When it comes to machine learning classification algorithms, tree based methods tend to be among the most powerful. Not only do they tend to produce very accurate models, but they are quite easy to interpret. You can think of each branch of the decision tree representing a question, the answer to which tells you which direction to move. This is akin to medical diagnosis -- if white blood cell count is larger than x, then...
Tree methods do not come without their shortfalls however as they are quite susceptible to overfitting. In this exercise, we'll first take a look at a single decision tree, and then expand the concept more broadly to an ensemble of trees.
Our basic building block here is going to be the decision tree. As discussed above, decision trees are somewhat modeled after the way a doctor diagnoses a disease in a patient. This leads to a model that is both easy to interpret and tends to perform well. In this exercise, we'll take a look at the Breast Cancer data set and fit a decision tree model.
1 - Head over to the Machine Learning Repository, download the Breast Cancer Wisconsin, put it into a dataframe, and split into training and test sets. Be sure to familiarize yourself with the data before proceeding.
In [1]:
import pandas as pd
import numpy as np
In [2]:
bcw = pd.read_csv('http://archive.ics.uci.edu/ml/machine-learning-databases/breast-cancer-wisconsin/breast-cancer-wisconsin.data',
header=None)
bcw.columns = ['id', 'thickness', 'cell_size', 'cell_shape', 'adhesion', 'single_cell_size',
'bare_nuclei', 'chromatin', 'normal_nucleoli', 'mitoses', 'class']
In [3]:
bcw.head()
Out[3]:
In [4]:
bcw.info()
In [5]:
bcw.describe().T
Out[5]:
There are some non numerical values in the bare_nuclei column, let's take a look and fix them:
In [6]:
print(bcw.bare_nuclei.unique())
bcw.bare_nuclei = bcw.bare_nuclei.apply(lambda x: int(x) if x != '?' else np.nan)

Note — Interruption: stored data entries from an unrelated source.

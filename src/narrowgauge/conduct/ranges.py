"""The run on a few paths that looks at every number: the part of the record on range and lost additions."""

from __future__ import annotations

from collections.abc import Callable, Iterator, Mapping
from dataclasses import dataclass
from typing import TypedDict

import numpy as np
import numpy.typing as npt

from narrowgauge.arithmetic.arithmetic import Arithmetic, arithmetic_named
from narrowgauge.arithmetic.formats import Format
from narrowgauge.arithmetic.indouble import InDouble
from narrowgauge.conduct.entries import finite
from narrowgauge.conduct.rangewatch import LineSeen, Nonfinite, RangeWatch, Seen
from narrowgauge.dispatch.setting import Place
from narrowgauge.draws.coarsen import Draws
from narrowgauge.draws.streams import GRAIN, Purpose
from narrowgauge.draws.tape import Tape
from narrowgauge.errors import DispatchError, KernelError, said
from narrowgauge.judge.range import centring_shift, exponent, headroom, share_by_path
from narrowgauge.kernel.arms import Arm
from narrowgauge.kernel.auditfile import AuditFile
from narrowgauge.kernel.raised import kept_apart
from narrowgauge.measure.arms import REFERENCE
from narrowgauge.measure.block import BlockRunner
from narrowgauge.measure.calls import Caller, Quantities
from narrowgauge.record.range import (
    LineArmEntry,
    LineRangeEntry,
    NonfiniteEntry,
    RangeLevelEntry,
    ShareEntry,
    ShiftEntry,
    ShiftLevelEntry,
    WatchedArmEntry,
    WatchedEntry,
)

__all__ = ["PATHS", "watched_levels", "watched_range"]

PATHS = 256
_PATHS_SINGLY = 32  # of a kernel that is called for one at a time
_MOST_STEPS = 1024  # of the finest level: looking at an operation costs a fixed time, however few the paths

Doubles = npt.NDArray[np.float64]
_Line = tuple[Place | None, str]


@dataclass(frozen=True, slots=True, kw_only=True)
class _Run:
    """One arm on one level; `values` is None where something stopped it, which `stopped` says."""

    seen: Seen
    values: Quantities | None
    stopped: str | None


def watched_levels(file: AuditFile) -> list[int]:
    """Return the coarsest, a middle and the finest level of at most 1,024 steps."""
    top = file.ladder.level_within(_MOST_STEPS)
    return sorted({0, (top + 1) // 2, top})


def watched_range(file: AuditFile, runner: BlockRunner) -> WatchedEntry:
    """Run every arm with exact draws on a few paths of some levels, and look at every operation.

    A level on which the reference does not come to its end is left out: whatever stops it will stop the measurement,
    and be told there. The draws are those of the trial.
    """
    arms = [name for name in runner.arms if Arm.named(name).exact]
    watched = {name: _Watched(file, runner, arithmetic_named(name), Arm.named(name).form) for name in arms}
    runs: dict[int, dict[str, _Run]] = {}
    for level in watched_levels(file):
        for paths in (_PATHS_SINGLY,) if runner.singly else (PATHS, GRAIN):  # a kernel may work on groups of paths
            reference = watched[REFERENCE].run(level, paths)
            if reference.values is not None:
                narrow = {name: watched[name].run(level, paths) for name in arms if name != REFERENCE}
                runs[level] = {REFERENCE: reference, **narrow}
                break
    shifts = {}
    for name in arms:
        if name != REFERENCE and (shift := _shift(Arm.named(name).form, name, runs)):
            shifts[name] = _shift_entry(file, runner, name, shift, runs)
    alpha = 1 - file.sampling.confidence
    return WatchedEntry(
        confidence=file.sampling.confidence,
        levels=[_level_entry(file, level, arms_of_level, alpha) for level, arms_of_level in runs.items()],
        shifts=shifts,
    )


class _Watched:
    """One arm with its private copy of the kernel, and the watch that sees all that it does."""

    def __init__(self, file: AuditFile, runner: BlockRunner, arithmetic: Arithmetic, form: Format) -> None:
        self._file, self._runner = file, runner
        self._arithmetic, self._form = arithmetic, form
        self._caller: Caller | None = None
        self._watch = RangeWatch(form)

    def run(self, level: int, paths: int) -> _Run:
        """Run fine paths of a level."""
        parts: list[Quantities] = []
        watch = self._watch
        stopped = _stopped(level, self._form.name, lambda: parts.extend(self._calls(level, paths)))
        values = None
        if stopped is None:
            values = {name: np.concatenate([part[name] for part in parts]) for name in parts[0]}
        return _Run(seen=watch.harvest(), values=values, stopped=stopped)

    def _calls(self, level: int, paths: int) -> Iterator[Quantities]:
        runner, watch = self._runner, self._watch
        if self._caller is None:
            self._caller = runner.caller(self._arithmetic, watch)
        if runner.singly:
            watch.expect(paths)
            for path in range(paths):  # each with a block of its own, so that its steps are counted from the first on
                watch.begin(path)
                yield self._caller.fine(self._draws(level, path, 1), level)
            return
        draws = self._draws(level, 0, paths)
        watch.expect(draws.paths if isinstance(draws, Tape) else draws.values.shape[-1])
        watch.begin()
        yield self._caller.fine(draws, level)

    def _draws(self, level: int, block: int, paths: int) -> Draws | Tape:
        return self._runner.draws(level, block, Purpose.IDENTITY, paths)


def _stopped(level: int, arm: str, run: Callable[[], object]) -> str | None:
    """Run something, and return what stopped it, in words."""
    try:
        with kept_apart(level, arm) as kept:
            run()
    except (DispatchError, KernelError) as problem:
        return said(problem)
    return None if kept.problem is None else f"the kernel raised {type(kept.problem).__name__}: {said(kept.problem)}"


def _shift(form: Format, arm: str, runs: Mapping[int, Mapping[str, _Run]]) -> int:
    """Return the shift that would centre an arm some of whose results pass an end of its range; 0 for none."""
    seen = [line for level in runs.values() for line in level[arm].seen.lines.values()]
    if not any(line.overflows or line.subnormals or line.underflows for line in seen):
        return 0
    met = [level[REFERENCE].seen for level in runs.values()]
    lines = [line for one in met for line in one.lines.values()]
    smallest = min((line.smallest for line in lines), default=0.0)
    largest = max([line.largest for line in lines] + [one.largest_met for one in met])
    return centring_shift(form, smallest, largest) if 0.0 < smallest <= largest else 0


def _shift_entry(
    file: AuditFile, runner: BlockRunner, arm: str, shift: int, runs: Mapping[int, Mapping[str, _Run]]
) -> ShiftEntry:
    """Run an arm with its exponents shifted on the same draws, and return what that changes."""
    form = Arm.named(arm).form.shifted(shift)
    watched = _Watched(file, runner, InDouble(form), form)
    levels: list[ShiftLevelEntry] = []
    for level, arms in runs.items():
        reference = arms[REFERENCE].values
        assert reference is not None  # or the level would not be there
        run = watched.run(level, next(iter(reference.values())).size)
        if run.stopped is not None:
            return ShiftEntry(exponent=shift, levels=levels, stopped=run.stopped)
        before, after = (_totals(one.seen) for one in (arms[arm], run))
        levels.append(
            ShiftLevelEntry(
                level=level,
                overflows=before.overflows,
                subnormals=before.subnormals,
                underflows=before.underflows,
                error_variance=_error_variance(arms[arm].values, reference),
                shifted_overflows=after.overflows,
                shifted_subnormals=after.subnormals,
                shifted_underflows=after.underflows,
                shifted_error_variance=_error_variance(run.values, reference),
            )
        )
    return ShiftEntry(exponent=shift, levels=levels, stopped=None)


def _error_variance(values: Quantities | None, reference: Quantities) -> dict[str, float | None]:
    """Return the variance of the error of each quantity; None where it is not finite, or nothing came of the run."""
    with np.errstate(all="ignore"):
        return {
            name: None if values is None else finite(float(np.var(values[name] - own, ddof=1)))
            for name, own in reference.items()
            if values is None or name in values
        }


def _totals(seen: Seen) -> LineSeen:
    total = LineSeen()
    for line in seen.lines.values():
        total.add(line)
    return total


def _level_entry(file: AuditFile, level: int, runs: Mapping[str, _Run], alpha: float) -> RangeLevelEntry:
    narrow = {arm: run for arm, run in runs.items() if arm != REFERENCE}
    lines: dict[_Line, None] = dict.fromkeys(line for run in runs.values() for line in run.seen.lines)
    return RangeLevelEntry(
        level=level,
        steps=file.ladder.steps(level),
        paths=runs[REFERENCE].seen.lost.size,
        arms={arm: _arm_entry(file, run, alpha) for arm, run in narrow.items()},
        lines=[_line_entry(file, line, runs[REFERENCE], narrow) for line in sorted(lines, key=_order)],
    )


def _arm_entry(file: AuditFile, run: _Run, alpha: float) -> WatchedArmEntry:
    seen, total = run.seen, _totals(run.seen)
    below = total.subnormals + total.underflows
    return WatchedArmEntry(
        lost=_share_entry(total.lost, total.additions, seen.lost, alpha),
        below=_share_entry(below, total.results, seen.below, alpha),
        overflows=total.overflows,
        first_nonfinite=None if seen.first is None else _nonfinite_entry(file, seen.first),
        stopped=run.stopped,
    )


def _share_entry(count: int, trials: int, by_path: Doubles, alpha: float) -> ShareEntry:
    share = share_by_path(by_path, trials / by_path.size if by_path.size else 0.0, alpha)
    return ShareEntry(
        count=count,
        of=trials,
        share=None if share is None else share.estimate,
        share_low=None if share is None else share.low,
        share_high=None if share is None else share.high,
    )


def _nonfinite_entry(file: AuditFile, first: Nonfinite) -> NonfiniteEntry:
    return NonfiniteEntry(
        **_place(file, first.place),
        operation=first.operation,
        kind=first.kind,
        step=first.step,
        path=first.path,
        operands=list(first.operands),
    )


def _line_entry(file: AuditFile, line: _Line, reference: _Run, narrow: Mapping[str, _Run]) -> LineRangeEntry:
    place, operation = line
    seen = reference.seen.lines.get(line)
    own = {arm: run.seen.lines.get(line) for arm, run in narrow.items()}
    known = seen if seen is not None and seen.largest else None
    first = seen or next(one for one in own.values() if one is not None)
    return LineRangeEntry(
        **_place(file, place),
        operation=operation,
        results=first.results,
        smallest=None if known is None else exponent(known.smallest),
        largest=None if known is None else exponent(known.largest),
        arms={arm: _line_arm_entry(Arm.named(arm).form, one, known) for arm, one in own.items() if one is not None},
    )


def _line_arm_entry(form: Format, seen: LineSeen, reference: LineSeen | None) -> LineArmEntry:
    room = None if reference is None else headroom(form, reference.smallest, reference.largest)
    return LineArmEntry(
        headroom_above=None if room is None else room.above,
        headroom_below=None if room is None else room.below,
        overflows=seen.overflows,
        subnormals=seen.subnormals,
        underflows=seen.underflows,
        additions=seen.additions,
        lost=seen.lost,
        first_lost=seen.first_lost,
        cancelled_mean=seen.bits / seen.additions if seen.additions else None,
        cancelled_most=seen.most_bits if seen.additions else None,
    )


class _Where(TypedDict):
    file: str | None
    line: int | None


def _place(file: AuditFile, place: Place | None) -> _Where:
    if place is None:
        return {"file": None, "line": None}
    return {"file": file.shown(place.file), "line": place.line}


def _order(line: _Line) -> tuple[str, int, str]:
    place, operation = line
    return (place.file, place.line, operation) if place else ("", 0, operation)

Let's also look at how the two classes are distributed:
In [7]:
bcw['class'].value_counts()
Out[7]:
Finally we drop the rows with nas and split the data in train and test:
In [8]:
from sklearn.model_selection import train_test_split
In [9]:
bcw = bcw.dropna()
bcw_train, bcw_test, bcw_target_train, bcw_target_test = train_test_split(bcw.drop(['id', 'class'], axis=1), bcw.loc[:, 'class'], test_size=0.3, random_state=57)
2 - Fit a decision tree model to the data, using the default sklearn parameters, and report the training and testing accuracies. What is the most important feature? Comment on your results.
In [10]:
from sklearn.tree import DecisionTreeClassifier
In [11]:
treeClass = DecisionTreeClassifier(random_state=59)
treeClass.fit(bcw_train, bcw_target_train)
print(treeClass.score(bcw_train, bcw_target_train))
print(treeClass.score(bcw_test, bcw_target_test))
In [12]:
print(bcw_train.columns)
print(treeClass.feature_importances_)
The most important feature is cell size. We can observe that the decision tree has a perfect training score but it is overfitting the data since the precision drops to 94.6% for the test set; nonetheless the accuracy of the model is very good.
3 - Now try different values of the max_features parameter and report the training and testing errors. Comment on your results.
In [13]:
for n_features in np.arange(1, 10):
treeClass.set_params(max_features=n_features)
treeClass.fit(bcw_train, bcw_target_train)
print('Training accuracy for {} features: {}'.format(n_features, treeClass.score(bcw_train, bcw_target_train)))
print('Testing accuracy for {} features: {}'.format(n_features, treeClass.score(bcw_test, bcw_target_test)))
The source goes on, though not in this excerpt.